• **Record excerpts**:
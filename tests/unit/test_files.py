"""Volumes there and back, sidecars, atomic writing."""

import json
import subprocess
import sys
from pathlib import Path
from typing import Any

import hypothesis.extra.numpy as hnp
import nibabel as nib
import numpy as np
import pytest
from hypothesis import given, settings
from hypothesis import strategies as st
from nibabel.eulerangles import euler2mat

from skipline import CAUTION, InputError, __version__
from skipline.recon import files
from skipline.recon.files import (
    Volume,
    phase_encoding,
    read_sidecar,
    read_volume,
    sidecar_path,
    write_json,
    write_text,
    write_volume,
)

AFFINE = np.array([[-1.5, 0, 0.1, 90], [0, 2, 0.3, -70], [0.05, -0.4, 3, 20], [0, 0, 0, 1.0]])

DTYPES = ["u1", "i2", "i4", "f4", "f8", "c8", "c16", "i1", "u2", "u4", "i8", "u8"]


def finite_arrays(dtype: str):
    shapes = hnp.array_shapes(min_dims=3, max_dims=5, min_side=1, max_side=5)
    kind = np.dtype(dtype)
    elements: Any = {"allow_nan": False, "allow_infinity": False} if kind.kind in "fc" else {}
    return hnp.arrays(kind, shapes, elements=hnp.from_dtype(kind, **elements))


def small_images() -> np.ndarray:
    rng = np.random.default_rng(1)
    return (rng.standard_normal((6, 5, 4)) + 1j * rng.standard_normal((6, 5, 4))).astype(np.complex64)


def opened(path) -> Any:
    """The file as nibabel itself opens it."""
    return nib.load(path)  # type: ignore[attr-defined]


# There and back
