import 'fake-indexeddb/auto';
import { describe, it, expect } from 'vitest';
import { connect } from '../../src/store/connection.ts';
import type { Database } from '../../src/store/schema.ts';
import { asStoreError, StoreError } from '../../src/store/store-error.ts';

let serial = 0;
const freshName = () => `connection-${(serial += 1)}`;
const named = (name: string) => Object.assign(new Error(name), { name });

describe('connect', () => {
  it('opens again once when the browser dropped the connection behind its back', async () => {
    const connection = await connect(freshName());
    let seen: Database | undefined;
    await connection.run(async (database) => {
      seen = database;
      return Promise.resolve();
    });
    // What a browser does to a page that was long in the background.
    seen?.close();
    await connection.change(['settings'], 'relaxed', async (change) => {
      await change.objectStore('settings').put('kept', 'x');
    });
    expect(await connection.run((database) => database.get('settings', 'x'))).toBe('kept');
  });

  it('tries no more than twice', async () => {
    const connection = await connect(freshName());
    let tries = 0;
    const work = () => {
      tries += 1;
      return Promise.reject(named('InvalidStateError'));
    };
    await expect(connection.run(work)).rejects.toMatchObject({ code: 'closed' });
    expect(tries).toBe(2);
  });

  it('undoes all of a change whose work fails', async () => {
    const connection = await connect(freshName());
    const failing = connection.change(['settings'], 'strict', async (change) => {
      await change.objectStore('settings').put('half', 'x');
      throw new TypeError('our own mistake');
    });
    await expect(failing).rejects.toThrow('our own mistake');
    expect(await connection.run((database) => database.get('settings', 'x'))).toBeUndefined();
  });

  it('is closed for good after close()', async () => {
    const connection = await connect(freshName());
    connection.close();
    await expect(connection.run((database) => database.get('settings', 'x'))).rejects.toMatchObject({
      code: 'closed',
    });
  });
});

describe('asStoreError', () => {
  it('names the environment, and lets our own mistakes through', () => {
    const codes = {
      QuotaExceededError: 'quota',
      VersionError: 'newer-database',
      InvalidStateError: 'closed',
      AbortError: 'closed',
      UnknownError: 'unavailable',
      SecurityError: 'unavailable',
    };
    for (const [name, code] of Object.entries(codes))
      expect(asStoreError(named(name))).toMatchObject({ code });
    const mistake = new TypeError('x');
    expect(asStoreError(mistake)).toBe(mistake);
    const known = new StoreError('damaged');
    expect(asStoreError(known)).toBe(known);
  });
});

• **What to work on**:
Your answer should be exactly the lines of the data above, from the first through the line containing "from hypothesis import given, settings".

• **Answer for the task**:
filename tests/unit/test_files.py
"""Volumes there and back, sidecars, atomic writing."""

import json
import subprocess
import sys
from pathlib import Path
from typing import Any

import hypothesis.extra.numpy as hnp
import nibabel as nib
import numpy as np
import pytest
from hypothesis import given, settings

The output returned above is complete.